El analista Daniel Pontón afirma que los ecuatorianos podrían respaldar la reinstalación de bases militares estadounidenses en el país como medida para enfrentar el auge de la criminalidad. La percepción del incremento de la violencia tras el retiro de estas bases alimenta el debate.

La posibilidad de que Ecuador permita nuevamente la instalación de bases militares de Estados Unidos ha generado un intenso debate en el país. Según el analista de violencia Daniel Pontón, existe una alta probabilidad de que la población ecuatoriana apoye esta medida en caso de someterse a votación popular. Pontón señala que la percepción generalizada es que, desde la retirada de las fuerzas estadounidenses, la delincuencia ha aumentado de manera significativa en el país.

El retiro de la base militar estadounidense en Manta, en 2009, marcó un punto de inflexión en la lucha contra el crimen organizado en Ecuador, según diversos expertos. Desde entonces, el país ha enfrentado un aumento sostenido en delitos violentos, narcotráfico y homicidios, lo que ha llevado a la ciudadanía a buscar soluciones más drásticas. Pontón sostiene que esta percepción de inseguridad podría ser decisiva para que los ecuatorianos respalden el regreso de las bases, a pesar de las implicaciones políticas y sociales que conlleva.

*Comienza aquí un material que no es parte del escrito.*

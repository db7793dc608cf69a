import { crossingTime_us, loadSignal, orientSignal, type CrossingScratch } from "@/lib/science/front/crossing-kernel";
import type { FrontRule } from "@/lib/science/front/front-rule";
import type { TraceSet } from "@/lib/science/front/trace-set";
import { median } from "@/lib/science/stats/quantiles";

export type CrossingStatus = "resolved" | "at-start" | "unresolved" | "no-crossing";

/**
 * `level-in-noise`: the level is below two standard errors at the crossing. `level-above-0.2`: a high level on a
 * maximum of under 15 standard errors. `maximum-at-window-edge`: the largest signal is the first or last sample.
 */
export type CrossingWarning = "level-in-noise" | "level-above-0.2" | "maximum-at-window-edge";

/** The crossing of one trace, without its error bar. */
export interface TraceCrossing {
  status: CrossingStatus;
  /** µs, NaN without a crossing. Given for unresolved traces too, where it is only what the noise did. */
  time_us: number;
  /** The level L, NaN for an empty trace. */
  level: number;
  /** The oriented signal's maximum. */
  maximum: number;
  /** The time index k* of the maximum, −1 for an empty trace. */
  peakTimeIndex: number;
  warnings: CrossingWarning[];
}

const LEVEL_NOISE_RATIO = 2;
const HIGH_LEVEL = 0.2;
const HIGH_LEVEL_SIGNAL = 15;

/**
 * Returns where one trace of the set crosses its level. Uses and overwrites `scratch`, made for the set's times.
 * A trace whose maximum or its standard error is not a number is unresolved.
 */
export function findCrossing(
  traces: TraceSet,
  trace: number,
  rule: FrontRule,
  scratch: CrossingScratch,
): TraceCrossing {
  const offset = trace * traces.times_us.length;
  loadSignal(scratch, traces.times_us, traces.shotsPerTime, traces.value, offset);
  const peak = orientSignal(scratch, rule.absolute);
  const peakTimeIndex = peak < 0 ? -1 : scratch.timeIndex[peak];
  const maximum = peak < 0 ? NaN : Math.abs(scratch.signal[peak]);
  const peakError = peak < 0 ? NaN : traces.error[offset + peakTimeIndex];
  const level = levelOfTrace(traces, offset, peakTimeIndex, maximum, rule);
  const time_us = crossingTime_us(scratch, peak, level, rule);
  const status = statusOf(maximum, peakError, time_us, scratch.atStart, rule.minSignal);
  const atEdge = peak === 0 || peak === scratch.count - 1;
  const warnings =
    status === "unresolved" ? [] : warningsOf(traces, offset, { time_us, level, maximum, peakError, atEdge }, rule);
  return { status, time_us, level, maximum, peakTimeIndex, warnings };
}

function statusOf(
  maximum: number,
  peakError: number,
  time_us: number,
  atStart: boolean,
  minSignal: number,
): CrossingStatus {
  if (!(maximum > 0 && maximum >= minSignal * peakError)) return "unresolved";
  if (Number.isNaN(time_us)) return "no-crossing";
  return atStart ? "at-start" : "resolved";
}

function levelOfTrace(
  traces: TraceSet,
  offset: number,
  peakTimeIndex: number,
  maximum: number,
  rule: FrontRule,
): number {
  if (rule.rule === "fraction-of-max") return rule.level * maximum;
  if (rule.rule === "fixed-level") return rule.level;
  const errors = traces.error.subarray(offset, offset + peakTimeIndex + 1).filter((error) => Number.isFinite(error));
  return rule.level * median(errors);
}

function warningsOf(
  traces: TraceSet,
  offset: number,
  at: { time_us: number; level: number; maximum: number; peakError: number; atEdge: boolean },
  rule: FrontRule,
): CrossingWarning[] {
  const warnings: CrossingWarning[] = [];
  if (at.level < LEVEL_NOISE_RATIO * errorAt(traces, offset, at.time_us)) warnings.push("level-in-noise");
  const highLevel = rule.rule === "fraction-of-max" && rule.level > HIGH_LEVEL;
  if (highLevel && at.maximum < HIGH_LEVEL_SIGNAL * at.peakError) warnings.push("level-above-0.2");
  if (at.atEdge) warnings.push("maximum-at-window-edge");
  return warnings;
}

/** The trace's standard error at a time inside the window, linear between samples; NaN for NaN. */
function errorAt(traces: TraceSet, offset: number, time_us: number): number {
  const { times_us, error } = traces;
  if (Number.isNaN(time_us)) return NaN;
  let right = 0;
  while (right < times_us.length - 1 && times_us[right] < time_us) right += 1;
  if (right === 0 || times_us[right] === time_us) return error[offset + right];
  const share = (time_us - times_us[right - 1]) / (times_us[right] - times_us[right - 1]);
  return error[offset + right - 1] * (1 - share) + error[offset + right] * share;
}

La creación de bases militares extranjeras ha generado controversia en América Latina, dado que implica cuestiones relacionadas con la soberanía nacional y posibles interferencias en los asuntos internos. No obstante, Pontón destaca que el incremento de la violencia podría llevar a que algunos sectores de la población prefieran centrarse en la seguridad antes que en otras inquietudes.

Este debate se produce en un momento crítico para Ecuador, que enfrenta tasas históricas de criminalidad. Según cifras recientes [fuente no especificada], el país registró más de 4.500 homicidios en 2024, lo que representa un aumento del 30% en comparación con el año anterior. Estos niveles de violencia han convertido a Ecuador en uno de los países más inseguros de la región, un giro drástico para una nación que históricamente había sido considerada relativamente pacífica.

Pasos futuros y el papel del gobierno

A la fecha, no se ha comunicado ninguna propuesta formal para consultar al público acerca del retorno de las bases militares. Sin embargo, este asunto podría cobrar relevancia durante las elecciones presidenciales de 2025, en las cuales la seguridad será uno de los temas centrales en el programa de los candidatos.

El gobierno de Ecuador deberá sopesar cuidadosamente los beneficios y riesgos de esta medida, incluyendo las posibles tensiones diplomáticas con otros países de la región y la necesidad de mantener su independencia política frente a Estados Unidos.